The problem we are going to look at in this post is the international airline passengers prediction problem.

This is a problem where given a year and a month, the task is to predict the number of international airline passengers in units of 1,000. The data ranges from January 1949 to December 1960 or 12 years, with 144 observations.

Below is a sample of the first few lines of the file.

"Month" "International airline passengers: monthly totals in thousands.
"1949-01" 112
"1949-02" 118
"1949-03" 132
"1949-04" 129
"1949-05" 121

We can load this dataset easily using the Pandas library. We are not interested in the date, given that each observation is separated by the same interval of one month. Therefore when we load the dataset we can exclude the first column.
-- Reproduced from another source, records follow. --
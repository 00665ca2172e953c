package mpo

import (
	"cmp"
	"math/rand/v2"
	"slices"
	"testing"

	"github.com/stretchr/testify/require"

	"rundle/mps/block"
)

// randomSum is a random operator of a family, in complex arithmetic.
func randomSum(t *testing.T, name string, seed uint64) *Operator[complex128] {
	rng := rand.New(rand.NewPCG(seed, 21))
	g, kinds := families()[name]()
	s := newSum(g, kinds...)
	s.addRandom(rng, 30, 3, coupling(rng, true))
	o, err := Build[complex128](s.Strings, Options{})
	require.NoError(t, err)
	return o
}

// unsorted undoes a window: its entries with indices counted along the whole axes.
func unsorted(w *window[complex128], phys []block.Axis) []Entry[complex128] {
	state := func(sector, inner int) int32 {
		if len(phys) == 1 {
			return int32(phys[0].Offset(sector) + inner)
		}
		wide := len(phys[1].Sectors)
		a, b := sector/wide, sector%wide
		d := phys[1].Sectors[b].Dim
		return int32((phys[0].Offset(a)+inner/d)*phys[1].Dim() + phys[1].Offset(b) + inner%d)
	}
	var all []Entry[complex128]
	for _, k := range w.links {
		for _, e := range w.local[k.from:k.to] {
			all = append(all, Entry[complex128]{Left: int32(w.wl.Offset(k.left) + e.left), Right: int32(w.wr.Offset(k.right) + e.right),
				Out: state(k.out, e.out), In: state(k.in, e.in), Value: e.value})
		}
	}
	return settle(all)
}

func TestWindowsKeepAllEntries(t *testing.T) {
	for name := range families() {
		t.Run(name, func(t *testing.T) {
			o := randomSum(t, name, 1)
			p := NewPlanner(o)
			for i := range o.Len() {
				require.Equal(t, o.Sites[i], unsorted(p.site(i), o.Phys[i:i+1]), "site %d", i)
				requireTables(t, p.site(i))
				if i+1 == o.Len() {
					continue
				}
				joined := joinEntries(o.Sites[i], o.Sites[i+1], o.Phys[i+1].Dim())
				require.Equal(t, joined, unsorted(p.pair(i), o.Phys[i:i+2]), "sites %d and %d", i, i+1)
				requireTables(t, p.pair(i))
				for _, k := range p.pair(i).links {
					w := p.pair(i)
					q := o.Group.Sub(o.Group.Add(w.wl.Sectors[k.left].Charge, w.states[k.out].charge), w.states[k.in].charge)
					require.Equal(t, w.wr.Sectors[k.right].Charge, q)
				}
			}
		})
	}
}

// requireTables checks that every link stands once in each table, at its place.
func requireTables(t *testing.T, w *window[complex128]) {
	t.Helper()
	order := func(a, b link) int { return cmp.Compare(a.from, b.from) }
	for f := range face(faces) {
		var all []link
		for at, list := range w.by(f) {
			bond, state := at/len(w.states), at%len(w.states)
			for _, k := range list {
				got := [2]int{k.left, k.out}
				switch f {
				case rightOut:
					got[0] = k.right
				case leftIn:
					got[1] = k.in
				case rightIn:
					got = [2]int{k.right, k.in}
				}
				require.Equal(t, [2]int{bond, state}, got, "face %d", f)
			}
			all = append(all, list...)
		}
		slices.SortFunc(all, order)
		require.Equal(t, w.links, all, "face %d", f)
	}
}

func TestCrossingWindows(t *testing.T) {
	o := randomSum(t, "fermions", 2)
	p := NewPlanner(o)
	for i := range o.Len() - 1 {
		b := o.Bonds[i+1]
		for _, left := range []bool{true, false} {
			site := i
			if !left {
				site++
			}
			var want []Entry[complex128]
			for _, e := range o.Sites[site] {
				index := int(e.Left)
				if left {
					index = int(e.Right)
				}
				if index != b.Vacant && index != b.Done {
					want = append(want, e)
				}
			}
			require.ElementsMatch(t, want, unsorted(p.crossing(i, left), o.Phys[site:site+1]), "bond %d, left %v", i, left)
		}
	}
}

// TestPlannerIsReused runs plans of one planner, made in any order, against those of fresh ones: the bits must agree.
func TestPlannerIsReused(t *testing.T) {
	rng := rand.New(rand.NewPCG(3, 4))
	o := randomSum(t, "fermions", 3)
	n := o.Len()
	ket := randomSites[complex128](rng, o.Group, o.Phys, middle(o.Group, o.Phys))
	p := NewPlanner(o)
	var ws Workspace[complex128]
	for range 2 {
		env := LeftEdge(o)
		for i := range n {
			g := p.Left(i, env.Structure, ket[i].Structure, ket[i].Structure)
			got := block.New[complex128](g.Out)
			for range 2 { // a plan may be run again
				g.Run(got, env, ket[i], ket[i], &ws, nil)
			}
			env = GrowLeft(o, i, env, ket[i], ket[i], &ws, nil)
			require.Equal(t, env.Data, got.Data, "site %d", i)
			require.Positive(t, g.Flops())
		}
	}
	for i := range n - 1 {
		left, right := LeftEdge(o), RightEdge(o, middle(o.Group, o.Phys), middle(o.Group, o.Phys))
		for k := range i {
			left = GrowLeft(o, k, left, ket[k], ket[k], &ws, nil)
		}
		for k := n - 1; k > i+1; k-- {
			right = GrowRight(o, k, right, ket[k], ket[k], &ws, nil)
		}
		theta := block.Contract(ket[i], ket[i+1], []int{2}, []int{0})
		a, b := block.New[complex128](theta.Structure), block.New[complex128](theta.Structure)
		p.Project(i, 2, left, right, theta.Structure).Apply(a.Data, theta.Data, &ws, nil)
		Project(o, i, 2, left, right, theta.Structure).Apply(b.Data, theta.Data, &ws, nil)
		require.Equal(t, b.Data, a.Data, "bond %d", i)
	}
}

func TestPlansRefuseForeignShapes(t *testing.T) {
	rng := rand.New(rand.NewPCG(5, 6))
	o := randomSum(t, "fermions", 4)
	ket := randomSites[complex128](rng, o.Group, o.Phys, middle(o.Group, o.Phys))
	p := NewPlanner(o)
	edge := LeftEdge(o)
	requirePanic(t, "left environment with the axes", func() { p.Left(1, edge.Structure, ket[1].Structure, ket[1].Structure) })
	requirePanic(t, "right environment with the axes", func() { p.Right(1, edge.Structure, ket[1].Structure, ket[1].Structure) })
	requirePanic(t, "elements where the plan has", func() {
		p.Left(0, edge.Structure, ket[0].Structure, ket[0].Structure).Run(edge, edge, ket[0], ket[0], new(Workspace[complex128]), nil)
	})
}

func requirePanic(t *testing.T, part string, f func()) {
	t.Helper()
	defer func() {
		t.Helper()
		require.Contains(t, recover(), part)
	}()
	f()
}
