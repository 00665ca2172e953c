// Package mpo holds matrix-product operators: a sum of operator strings written as one tensor a site, its algebra, its expectation
// values, and the projected Hamiltonians and environments that the search for ground states is made of.
//
// # Form
//
// An Operator on L sites has L+1 bonds and, for each site, a sparse list of entries: W[Left, Right] is a local operator between
// an index of the bond before and one of the bond behind the site, and
//
//	O = sum over paths i0 i1 ... iL of W0[i0, i1] W1[i1, i2] ... (a Kronecker product, site 0 running slowest).
//
// An index stands for a string of operators to the left of its bond and for what may follow it on the right. Two are special:
// Vacant, nothing placed yet, whose left part is the identity, and Done, all placed, whose right part is the identity.
// Both are exact, never the result of a compression, and absent where no term needs them. All others cross the bond. An index
// carries the charge that its left string adds; indices are sorted by it, and a bond is an axis of package block. The first
// bond is the one index Vacant of charge zero, the last the one index Done, whose charge is what O adds to a state.
//
// Jordan-Wigner signs are in the strings (package mpo/ladder writes them), so that tensors know of no fermions. Operators are
// immutable: every function returns a new one. The zero value is of no use.
//
// # Building
//
// Build walks the cuts from left to right. At each cut the terms that cross it are the edges of a graph between left strings and
// right strings; a minimum vertex cover (matching of Hopcroft and Karp 1973, Koenig's theorem) chooses which strings become
// indices, and gives the smallest bond that the pattern of terms allows (Ren, Li, Jiang, Shuai 2020). Strings are interned, a
// factor at a time, and known by numbers: no string is ever compared as a whole.
//
// Couplings may be tuned, as those of long-range interactions are, and local operators dependent as matrices, such as n and n²
// on a fermion site. So local operators are written in a basis of each site with the identity as its first element,
// and two sweeps remove indices whose left (right) strings depend on others: exact multiples first, then by elimination with the largest
// pivot, which leaves ones in the pivot rows; sets of strings that have nothing to do with each other are treated apart,
// and independent ones are left as they are, with the couplings as given. A dependence on the identity is handed to the Vacant (Done)
// index. Bonds then have the operator Schmidt rank of the crossing strings, plus the special indices.
//
// Rank is judged against the largest coupling in the set of strings at hand, never against the norm of the operator, which grows
// exponentially with the sites (Parker, Cao, Zaletel 2020): a weak link survives beside strong terms.
//
// # Values
//
// MatrixElement and Expectation contract from the left. Variance takes the energy off inside the operator and reports its own rounding
// error; how it is estimated stands there.
//
// # Errors
//
// Build returns an error for couplings that are not finite, terms of different charge, and complex strings in real arithmetic.
// Operators and states that do not fit together panic with both shapes, as do malformed strings.
package mpo
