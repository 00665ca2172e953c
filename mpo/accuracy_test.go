package mpo

import (
	"math/rand/v2"
	"testing"

	"github.com/stretchr/testify/require"

	"rundle/mpo/ladder"
	"rundle/mps"
	"rundle/mps/block"
)

// TestProjectedOnLongChains wants what uses exact identities to agree, to some roundings, with environments that were multiplied across a hundred
// canonical sites, also between couplings of very different size and over many sites.
func TestProjectedOnLongChains(t *testing.T) {
	each := ladder.Each{"l": "legs"}
	for name, terms := range map[string][]ladder.Term{
		"large": {{Formula: "1e8 S[l,j].S[l,j+1]", Each: each}, {Formula: "S[a,j].S[b,j]"}, {Formula: "1e4 S[a,j].S[b,j+5]"}},
		"long":  {{Formula: "S[l,j].S[l,j+1]", Each: each}, {Formula: "0.3 S[a,j].S[a,j+7]"}, {Formula: "0.2 S[b,j].S[a,j+12]"}},
	} {
		l, err := ladder.New(55, ladder.Open, ladder.Leg("a", ladder.Spin(1)), ladder.Leg("b", ladder.Spin(1)))
		require.NoError(t, err)
		h, err := l.Hamiltonian(nil, terms...)
		require.NoError(t, err)
		f, err := h.Frames(ladder.FrameOptions{})
		require.NoError(t, err)
		s, err := f.Strings(h.Poly)
		require.NoError(t, err)
		o, err := Build[float64](s, Options{})
		require.NoError(t, err)
		psi, err := mps.Random[float64](o.Group, o.Phys, block.Charge{}, 16, rand.New(rand.NewPCG(1, 2)))
		require.NoError(t, err)
		var ws Workspace[float64]
		p := NewPlanner(o)
		for _, i := range []int{0, 54, 108} {
			psi.Canonicalize(i, nil)
			psi.Normalize()
			theta := block.Contract(psi.Sites[i], psi.Sites[i+1], []int{2}, []int{0})
			left, right := around(o, psi, i, 2, &ws)
			want := block.New[float64](theta.Structure)
			p.Project(i, 2, left, right, theta.Structure).Apply(want.Data, theta.Data, &ws, nil)
			left, right = LeftEdge(o), RightEdge(o, psi.Charge(), psi.Charge())
			for k := range i {
				left = GrowLeft(o, k, left, psi.Sites[k], psi.Sites[k], &ws, nil)
			}
			for k := o.Len() - 1; k >= i+2; k-- {
				right = GrowRight(o, k, right, psi.Sites[k], psi.Sites[k], &ws, nil)
			}
			got := block.New[float64](theta.Structure)
			p.Project(i, 2, left, right, theta.Structure).Apply(got.Data, theta.Data, &ws, nil)
			got.Axpy(-1, want)
			require.Less(t, got.Norm(), 30*0x1p-52*want.Norm(), "%s, bond %d", name, i)
		}
	}
}
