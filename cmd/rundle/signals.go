package main

import (
	"context"
	"fmt"
	"io"
	"os"
	"os/signal"
)

// untilSignal returns a context that ends at the first signal that asks the process to stop; a second one ends the process. Call
// release when the command is over.
func untilSignal(parent context.Context, stderr io.Writer) (ctx context.Context, release func()) {
	ctx, cancel := context.WithCancel(parent)
	caught := make(chan os.Signal, 1)
	signal.Notify(caught, stopSignals()...)
	ignoreFileSizeSignal()
	over := make(chan struct{})
	done := make(chan struct{})
	go func() {
		defer close(done)
		select {
		case s := <-caught:
			signal.Stop(caught) // the next one has its usual effect
			fmt.Fprintf(stderr, "%v: stopping; once more to end at once\n", s)
			cancel()
		case <-over:
		}
	}()
	return ctx, func() {
		signal.Stop(caught)
		close(over)
		<-done
		cancel()
	}
}
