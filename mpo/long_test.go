//go:build long

package mpo

import (
	"testing"

	"github.com/stretchr/testify/require"
)

const seeds = 60

// A hundred thousand terms, at all cuts against the singular values.
func TestManyTermsAtOperatorRank(t *testing.T) {
	cases := []struct {
		name string
		sum  *sum
	}{
		{"factors=2/sites=128", pairTerms(128, 100_000, 1)},
		{"factors=4/sites=64", fourfoldTerms(64, 100_000, 1)},
	}
	for _, c := range cases {
		t.Run(c.name, func(t *testing.T) {
			o, err := Build[float64](c.sum.Strings, Options{})
			require.NoError(t, err)
			requireStringRank(t, c.sum, o)
		})
	}
}
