package mpo

import (
	"fmt"
	"math/rand/v2"
	"slices"
	"testing"

	"github.com/stretchr/testify/require"
	"gonum.org/v1/gonum/mat"

	"rundle/internal/dense"
	"rundle/mps/block"
)

func coupling(rng *rand.Rand, complexes bool) func() complex128 {
	return func() complex128 {
		re := (0.1 + 0.9*rng.Float64()) * float64(1-2*rng.IntN(2))
		if complexes {
			return complex(re, 0.1+0.9*rng.Float64())
		}
		return complex(re, 0)
	}
}

// requireValid checks what Operator promises about its entries and bonds.
func requireValid[T dense.Scalar](t *testing.T, o *Operator[T]) {
	t.Helper()
	n := o.Len()
	require.Len(t, o.Bonds, n+1)
	require.Equal(t, Bond{Charges: []block.Charge{{}}, Vacant: 0, Done: none}, o.Bonds[0])
	require.Equal(t, 1, o.Bonds[n].Dim())
	require.Equal(t, 0, o.Bonds[n].Done)
	for b, bond := range o.Bonds {
		require.Equal(t, bond.Dim(), bond.Axis(block.In).Dim())
		for i := 1; i < bond.Dim(); i++ {
			require.LessOrEqual(t, bond.Charges[i-1].Compare(bond.Charges[i]), 0, "bond %d", b)
		}
	}
	for i, entries := range o.Sites {
		var q []block.Charge
		for _, s := range o.Phys[i].Sectors {
			for range s.Dim {
				q = append(q, s.Charge)
			}
		}
		for k, e := range entries {
			require.NotZero(t, e.Value)
			sum := o.Group.Add(o.Bonds[i].Charges[e.Left], o.Group.Sub(q[e.Out], q[e.In]))
			require.Equal(t, o.Bonds[i+1].Charges[e.Right], sum, "site %d entry %+v", i, e)
			if int(e.Right) == o.Bonds[i+1].Vacant {
				require.Equal(t, o.Bonds[i].Vacant, int(e.Left))
				require.Equal(t, Entry[T]{e.Left, e.Right, e.Out, e.Out, dense.FromFloat[T](1)}, e, "vacant strings are the identity")
			}
			if int(e.Left) == o.Bonds[i].Done {
				require.Equal(t, o.Bonds[i+1].Done, int(e.Right))
				require.Equal(t, Entry[T]{e.Left, e.Right, e.Out, e.Out, dense.FromFloat[T](1)}, e, "done strings are the identity")
			}
			if k > 0 {
				p := entries[k-1]
				require.Less(t, fmt.Sprintf("%6d%6d%6d%6d", p.Left, p.Right, p.Out, p.In), fmt.Sprintf("%6d%6d%6d%6d", e.Left, e.Right, e.Out, e.In))
			}
		}
	}
}

func toComplex[T dense.Scalar](a []T) []complex128 {
	out := make([]complex128, len(a))
	for i, x := range a {
		out[i] = dense.ToComplex(x)
	}
	return out
}

// requireClose compares matrices to tol of the largest element.
func requireClose(t *testing.T, want, got []complex128, tol float64) {
	t.Helper()
	require.Len(t, got, len(want))
	top := biggest(want)
	for i := range want {
		if abs(want[i]-got[i]) > tol*top {
			require.InDelta(t, 0, abs(want[i]-got[i]), tol*top, "element %d: want %v, got %v", i, want[i], got[i])
		}
	}
}

// crossingRank is the oracle for small systems: the rank of the operator, reshaped into left times right operators, after
// the identity is projected out on the sides where a vacant or done index stands for it.
func crossingRank(h []complex128, dims []int, cut int, noLeft, noRight bool) int {
	l, r := 1, 1
	for i, d := range dims {
		if i < cut {
			l *= d
		} else {
			r *= d
		}
	}
	n := l * r
	m := make([]complex128, l*l*r*r)
	for i := range n {
		for j := range n {
			m[((i/r)*l+j/r)*r*r+(i%r)*r+j%r] = h[i*n+j]
		}
	}
	if noLeft {
		for c := range r * r {
			var s complex128
			for a := range l {
				s += m[(a*l+a)*r*r+c] / complex(float64(l), 0)
			}
			for a := range l {
				m[(a*l+a)*r*r+c] -= s
			}
		}
	}
	if noRight {
		for a := range l * l {
			var s complex128
			for c := range r {
				s += m[a*r*r+c*r+c] / complex(float64(r), 0)
			}
			for c := range r {
				m[a*r*r+c*r+c] -= s
			}
		}
	}
	return svdRank(m, l*l, r*r, 1e-10*biggest(h))
}

// svdRank counts the singular values above floor; those of a complex matrix come twice in its real form.
func svdRank(a []complex128, m, n int, floor float64) int {
	if !slices.ContainsFunc(a, func(x complex128) bool { return imag(x) != 0 }) {
		small := mat.NewDense(m, n, nil)
		for i, x := range a {
			small.Set(i/n, i%n, real(x))
		}
		return countAbove(small, floor)
	}
	big := mat.NewDense(2*m, 2*n, nil)
	for i := range m {
		for j := range n {
			x := a[i*n+j]
			big.Set(i, j, real(x))
			big.Set(m+i, n+j, real(x))
			big.Set(i, n+j, -imag(x))
			big.Set(m+i, j, imag(x))
		}
	}
	return countAbove(big, floor) / 2
}

func countAbove(a *mat.Dense, floor float64) (count int) {
	var f mat.SVD
	if !f.Factorize(a, mat.SVDNone) {
		panic("no convergence")
	}
	for _, x := range f.Values(nil) {
		if x > floor {
			count++
		}
	}
	return count
}

// families are the mixes of sites on which random sums are drawn.
func families() map[string]func() (block.Group, []kindTable) {
	repeat := func(k kindTable, n int) []kindTable {
		var out []kindTable
		for range n {
			out = append(out, k)
		}
		return out
	}
	u1, z3, z2 := testGroup(0), testGroup(3), testGroup(2)
	return map[string]func() (block.Group, []kindTable){
		"fermions":        func() (block.Group, []kindTable) { return u1, repeat(fermionKind(u1), 6) },
		"paired fermions": func() (block.Group, []kindTable) { return z2, repeat(fermionKind(z2), 6) },
		"bosons":          func() (block.Group, []kindTable) { return u1, repeat(bosonKind(u1, 2), 4) },
		"spins":           func() (block.Group, []kindTable) { return u1, repeat(spinKind(u1, 1), 6) },
		"spins one":       func() (block.Group, []kindTable) { return u1, repeat(spinKind(u1, 2), 4) },
		"clocks":          func() (block.Group, []kindTable) { return z3, repeat(clockKind(z3), 4) },
		"fermions and bosons": func() (block.Group, []kindTable) {
			f, b := fermionKind(u1), bosonKind(u1, 2)
			return u1, []kindTable{f, b, f, f, b}
		},
	}
}

func TestBuildRandom(t *testing.T) {
	for name, family := range families() {
		for _, size := range []struct{ terms, most int }{{1, 1}, {3, 2}, {12, 2}, {40, 3}, {60, 4}} {
			t.Run(fmt.Sprintf("%s/terms=%d", name, size.terms), func(t *testing.T) {
				for seed := range uint64(seeds) {
					rng := rand.New(rand.NewPCG(seed, 17))
					g, kinds := family()
					s := newSum(g, kinds...)
					s.addRandom(rng, size.terms, size.most, coupling(rng, seed == 2))
					if seed == 1 {
						s.add(0.7) // a constant
					}
					if s.Real {
						checkBuild[float64](t, s)
					}
					checkBuild[complex128](t, s)
				}
			})
		}
	}
}

// checkBuild compares an operator with the sum of Kronecker products, and its bonds with the operator rank.
func checkBuild[T dense.Scalar](t *testing.T, s *sum) *Operator[T] {
	t.Helper()
	o, err := Build[T](s.Strings, Options{})
	require.NoError(t, err)
	requireOperator(t, s.dense(), o)
	return o
}

// requireOperator compares an operator with its matrix: the elements, and the bonds with the operator rank.
func requireOperator[T dense.Scalar](t *testing.T, h []complex128, o *Operator[T]) {
	t.Helper()
	requireValid(t, o)
	requireClose(t, h, toComplex(o.Dense()), 1e-13)
	if biggest(h) == 0 {
		return
	}
	for b := 1; b < o.Len(); b++ {
		bond := o.Bonds[b]
		want := crossingRank(h, o.dims(), b, bond.Vacant >= 0, bond.Done >= 0)
		if bond.Vacant >= 0 {
			want++
		}
		if bond.Done >= 0 {
			want++
		}
		require.Equal(t, want, bond.Dim(), "bond %d of %v", b, o.BondDims())
	}
}
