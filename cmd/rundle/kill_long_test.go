//go:build unix && long

package main

const (
	killCount = 50
	killRungs = 24
)
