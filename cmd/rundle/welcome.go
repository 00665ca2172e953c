package main

const welcome = `rundle: from a ladder Hamiltonian in a model file to its ground state

  rundle check FILE        what the model means: unit cell, terms, charges, cost
  rundle solve FILE        ground state, observations with error bars, entanglement
  rundle read DIR [FILE]   observe the states of a run again
  rundle version           version, build, kernels

Model files are TOML; the bundled ones lie in examples/. A run keeps its results beside
the model file, in a folder of the same name with .run; stop it any time, the same command goes on.

Try: rundle solve examples/frustrated-ladder/model.toml
`
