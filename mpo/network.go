package mpo

import (
	"rundle/internal/dense"
	"rundle/internal/task"
	"rundle/mps/block"
)

// gemmTask is C (+)= op(A) op(B) on offsets into three slabs.
type gemmTask struct {
	a, b, c       int
	m, n, k       int
	lda, ldb, ldc int
	opA, opB      dense.Op
	add           bool // accumulate into C
}

func (g gemmTask) flops() float64 { return 2 * float64(g.m) * float64(g.n) * float64(g.k) }

// moveTask is dst += value * src on a strided matrix.
type moveTask[T dense.Scalar] struct {
	src, dst   int
	rows, cols int
	lds, ldd   int
	value      T
}

// piece is a stretch of the middle slab with the moves that fill it.
type piece[T dense.Scalar] struct {
	start, size int
	moves       []moveTask[T]
}

// network is the plan of one contraction environment · tensor · MPO · (environment or tensor), in three passes:
//
//  1. GEMM of one outer factor with the tensor into the slab x, one task a block pair;
//  2. the sparse MPO entries as scaled copies from x to y, one task a piece of y;
//  3. GEMM of y with the other outer factor into the result, one chain a result block.
//
// Every piece has one writer and chains run in a fixed order, so the result does not depend on the number of threads.
type network[T dense.Scalar] struct {
	first        []gemmTask
	middle       []piece[T]
	last         [][]gemmTask
	xSize, ySize int

	firstFlops, middleWork, lastFlops float64
}

// Workspace holds the two slabs between the passes of a network. The zero value is ready; it grows and is reused.
// It is not for concurrent use.
type Workspace[T dense.Scalar] struct{ x, y []T }

func grow[T any](s []T, n int) []T {
	if cap(s) < n {
		return make([]T, n)
	}
	return s[:n]
}

// seal sorts the lists by work, largest first, and adds up their cost.
func (p *network[T]) seal() {
	work := make([]float64, len(p.first))
	for i, g := range p.first {
		work[i] = g.flops()
		p.firstFlops += work[i]
	}
	p.first = reorder(p.first, task.ByWork(work))
	work = make([]float64, len(p.middle))
	for i, q := range p.middle {
		for _, m := range q.moves {
			work[i] += float64(m.rows) * float64(m.cols)
		}
		p.middleWork += work[i]
	}
	p.middle = reorder(p.middle, task.ByWork(work))
	work = make([]float64, len(p.last))
	for i, c := range p.last {
		for _, g := range c {
			work[i] += g.flops()
		}
		p.lastFlops += work[i]
	}
	p.last = reorder(p.last, task.ByWork(work))
}

func reorder[S any](s []S, order []int) []S {
	out := make([]S, len(s))
	for i, j := range order {
		out[i] = s[j]
	}
	return out
}

// copyWeight states one element moved in flops, for the decision to go parallel: a scaled copy runs at memory speed.
const copyWeight = 16

// run overwrites dst. In pass 1 the GEMMs multiply firstA[a] · firstB[b]; in pass 3 lastA[a] · lastB[b], where a nil
// operand stands for the middle slab y.
func (p *network[T]) run(dst, firstA, firstB, lastA, lastB []T, ws *Workspace[T], pool *task.Pool) {
	ws.x, ws.y = grow(ws.x, p.xSize), grow(ws.y, p.ySize)
	x, y := ws.x, ws.y
	pool.Do(len(p.first), p.firstFlops, func(_, i int) {
		g := &p.first[i]
		multiply(g, firstA, firstB, x)
	})
	p.runMiddle(x, y, pool)
	if lastA == nil {
		lastA = y
	}
	if lastB == nil {
		lastB = y
	}
	clear(dst)
	pool.Do(len(p.last), p.lastFlops, func(_, i int) {
		chain := p.last[i]
		for j := range chain {
			multiply(&chain[j], lastA, lastB, dst)
		}
	})
}

func (p *network[T]) runMiddle(x, y []T, pool *task.Pool) {
	pool.Do(len(p.middle), copyWeight*p.middleWork, func(_, i int) {
		q := &p.middle[i]
		clear(y[q.start : q.start+q.size])
		for j := range q.moves {
			move(&q.moves[j], x, y)
		}
	})
}

func multiply[T dense.Scalar](g *gemmTask, a, b, c []T) {
	beta := dense.FromFloat[T](0)
	if g.add {
		beta = dense.FromFloat[T](1)
	}
	dense.Gemm(g.opA, g.opB, g.m, g.n, g.k, dense.FromFloat[T](1), a[g.a:], g.lda, b[g.b:], g.ldb, beta, c[g.c:], g.ldc)
}

func move[T dense.Scalar](m *moveTask[T], x, y []T) {
	if m.lds == m.cols && m.ldd == m.cols {
		n := m.rows * m.cols
		dense.Axpy(m.value, x[m.src:m.src+n], y[m.dst:m.dst+n])
		return
	}
	for r := 0; r < m.rows; r++ {
		s, d := m.src+r*m.lds, m.dst+r*m.ldd
		dense.Axpy(m.value, x[s:s+m.cols], y[d:d+m.cols])
	}
}

// slab hands out aligned stretches of a slab that does not exist yet.
type slab struct{ size int }

func (s *slab) take(n int) int {
	at := s.size
	s.size += (n + 7) &^ 7
	return at
}

// stateTable splits the states of a product of physical axes by sector.
type stateTable struct {
	sector []int32 // sector of each state
	inner  []int32 // its place inside the sector
	dims   []int   // dimension of each sector
}

func newStateTable(a block.Axis) stateTable {
	var t stateTable
	for i, s := range a.Sectors {
		t.dims = append(t.dims, s.Dim)
		for k := 0; k < s.Dim; k++ {
			t.sector = append(t.sector, int32(i))
			t.inner = append(t.inner, int32(k))
		}
	}
	return t
}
Multilayer Preceptron Regression

We want to phrase the time series prediction problem as a regression problem. That is, given the number of passengers (in units of thousands) this month, what is the number of passengers next month.

We can write a simple function to convert our single column of data into a two-column dataset. The first column containing this month’s (t) passenger count and the second column containing next month’s (t+1) passenger count, to be predicted. With time series data, the sequence of values is important. A simple method that we can use is to split the ordered dataset into train and test datasets.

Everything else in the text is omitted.